Anonymous, you know..today you have brought up a very important aspect of doctor-patient relationship (issues of control in the initiation of the visit) that we really have not brought out in the teaching of clinical medicine to the first and second year students when discussing beginning the interview. Thanks for the heads up. ..Maurice.

 
At Sunday, August 05, 2007 8:27:00 AM, Anonymous Anonymous said...

"Anonymous, I think your example of a physician's response represents a problem of control."

I would agree with that. And perhaps a lot of physician/patient problems are about power and control. I think that doctors focussing on control could be creating more problems than helping. I hear doctors complaining about patients who don't follow doctor's orders. If doctors expect this, they are really naive, and don't understand human behaviour. They are always going to be frustrated and angry if they don't come to terms with such issues.

In the example I cited, if the doctor felt I had taken control at the start and if this was of critical importance to him, he had plenty of opportunity to change that as I noted in my previous post. Your dissection of the process seems to be justifying the doctor's poor response. If such a small thing (i.e. showing him 3 pieces of paper) throws him off balance, I can't imagine what he would be like in serious situations where the patient might be belligerent or drug-seeking or mentally incompetent.

As a patient I have experienced all kinds of styles of initial doctor-patient communication and taking of history and symptoms. There's no consistency, but I am co-operative and accommodating if I know what is being expected of me.
I say it half seriously, but doctors ought to issue their patients instruction manuals if they don't like what the patient does. Patients don't know what's going to upset the doctor. How does the patient know it's not what they are wearing or how they look or talk, or the doctor's prejudices that have set him off.
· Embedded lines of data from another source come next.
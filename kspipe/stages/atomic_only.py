"""Relations held against galaxies without CO a second way: through the HI that they leave."""

from __future__ import annotations

from collections.abc import Mapping
from dataclasses import asdict, dataclass
from typing import Any

import numpy as np
from astropy.table import Column, Table
from numpy.typing import NDArray

from kspipe.comparison import (
    Inversion,
    Known,
    Residuals,
    headline,
    predict_from_atomic,
)
from kspipe.core.seeds import generator
from kspipe.recipe import Recipe
from kspipe.relations import LAWS
from kspipe.stages.surface import Disc

__all__ = ["FromAtomic", "from_atomic", "summaries"]

SFR_UNIT = "solMass yr-1 kpc-2"
GAS_UNIT = "solMass pc-2"


@dataclass(frozen=True)
class FromAtomic:
    """One relation, inverted.

    Attributes
    ----------
    residuals : Residuals
        At the smallest amount of gas that fits.
    inversion : Inversion
    """

    residuals: Residuals
    inversion: Inversion

    @property
    def extensions(self) -> dict[str, tuple[NDArray[Any], str]]:
        """Images for the file of residuals."""
        r, i = self.residuals, self.inversion
        return {
            "INVERTED": (r.ratio_dex, ""),
            "INVERTED_PREDICTED": (r.predicted, SFR_UNIT),
            "INVERTED_ERROR": (r.predicted_error, SFR_UNIT),
            "INVERTED_GAS": (i.lowest, GAS_UNIT),
            "INVERTED_GAS_HIGHEST": (i.highest, GAS_UNIT),
            "INVERTED_ROOTS": (i.n_roots, ""),
            "INVERTED_FLAGS": (r.flags, ""),
        }

    def add_columns(self, table: Table, name: str, used: NDArray[np.bool_]) -> None:
        """Add what was found to the table of pixels."""
        r, i = self.residuals, self.inversion
        sfr, gas = "solMass / (yr kpc2)", "solMass / pc2"
        for column, values, unit, what in (
            ("roots", i.n_roots, None, "amounts of gas whose atomic part is the HI seen"),
            ("gas_inverted", i.lowest, gas, "smallest of these amounts"),
            ("predicted_inverted", r.predicted, sfr, "sigma_sfr predicted for it"),
            ("residual_inverted", r.ratio_dex, "dex", "log10(observed / predicted) for it"),
        ):
            label = f"{column}_{name}"
            table.add_column(
                Column(values[used], name=label, unit=unit, description=f"{what}, {name}")
            )

    def summary(
        self,
        disc: Disc,
        used: NDArray[np.bool_],
        independent: NDArray[np.bool_],
        jacobian_arcsec: NDArray[np.float64],
        rng: np.random.Generator,
    ) -> dict[str, Any]:
        """Count roots and sum up the residuals."""
        roots = self.inversion.n_roots[used]
        numbers = headline(
            self.residuals, disc.surfaces["sigma_sfr"], used, independent, jacobian_arcsec, rng
        )
        return {
            "n_without_root": int(np.sum(roots == 0)),
            "n_one_root": int(np.sum(roots == 1)),
            "n_several_roots": int(np.sum(roots > 1)),
            **asdict(numbers),
        }


def from_atomic(recipe: Recipe, inputs: Mapping[str, Known], disc: Disc) -> dict[str, FromAtomic]:
    """Invert every relation that predicts a molecular fraction, where the recipe has no CO.

    Parameters
    ----------
    recipe : Recipe
    inputs : mapping of str to Known
        ``sigma_gas`` is the atomic gas.
    disc : Disc

    Returns
    -------
    dict of str to FromAtomic
        By the recipe's name; empty where the recipe has molecular gas.
    """
    if recipe.has_molecular:
        return {}
    found = {}
    for name, table in recipe.relations.items():
        law = LAWS.get(table.law)
        if law.has_fraction and law.gas == "sigma_gas":
            sfr = disc.surfaces["sigma_sfr"]
            found[name] = FromAtomic(
                *predict_from_atomic(inputs, sfr, disc.flags, table.law, table.parameters)
            )
    return found


def summaries(
    recipe: Recipe,
    found: Mapping[str, FromAtomic],
    disc: Disc,
    used: NDArray[np.bool_],
    independent: NDArray[np.bool_],
    jacobian_arcsec: NDArray[np.float64],
) -> dict[str, dict[str, Any]]:
    """Sum up every inverted relation, by name."""
    return {
        name: one.summary(
            disc,
            used,
            independent,
            jacobian_arcsec,
            generator(recipe.seed, "compare", f"{name}, inverted"),
        )
        for name, one in found.items()
    }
I read somewhere that patients try to prevent three things inherent in the healthcare system: depersonalization, loss of control and lack of knowledge. I would consider it normal and healthy for a patient to try to prevent these things from happening to them. But the behaviours they use to prevent this go against how a "good" patient is supposed to behave.

I think it is absurd to expect patients to be passive blobs who only speak when asked a question. To pretend that they have never used the internet or read a medical journal or formed an opinion about what they think their health problem is, or how it might be treated.

 
At Sunday, August 05, 2007 7:41:00 PM, Blogger Maurice Bernstein, M.D. said...

Anonymous brought up the issue of a "good patient". I thought that was so important that I have created a new thread on just that subject. Let's go there to discuss what makes up a "good patient" both from the viewpoint of patients and from the viewpoint of healthcare providers. Perhaps we can discuss there in more detail how to eliminate the conflicts in definition if possible. Let's continue here on any additional tools to teach medical students about ethics and ethical behavior. ..Maurice.

 
At Tuesday, August 07, 2007 6:22:00 PM, Blogger LisaMarie said...

There's no such thing as a right to exert power and control over other people (unless, perhaps, they happen to be your children). Therefore, it's not something you earn just because your educational attainment is high. It may all be true that you spent years in school, you owe a lot of debt, you feel like you get no respect, insurance reimbursements are too low, your practice doesn't make any money, your malpractice premiums are through the roof, you just got sued, etc. These things suck, but power and control in the doctor-patient relationship is not some kind of reward that you get for putting up with it. The fact that some doctors think it is might explain why patients complain so much about doctor-patient relationships. Ethical education for students might include exploring how their own beliefs and issues about power and control can play out in a therapeutic relationship, and how to handle that appropriately.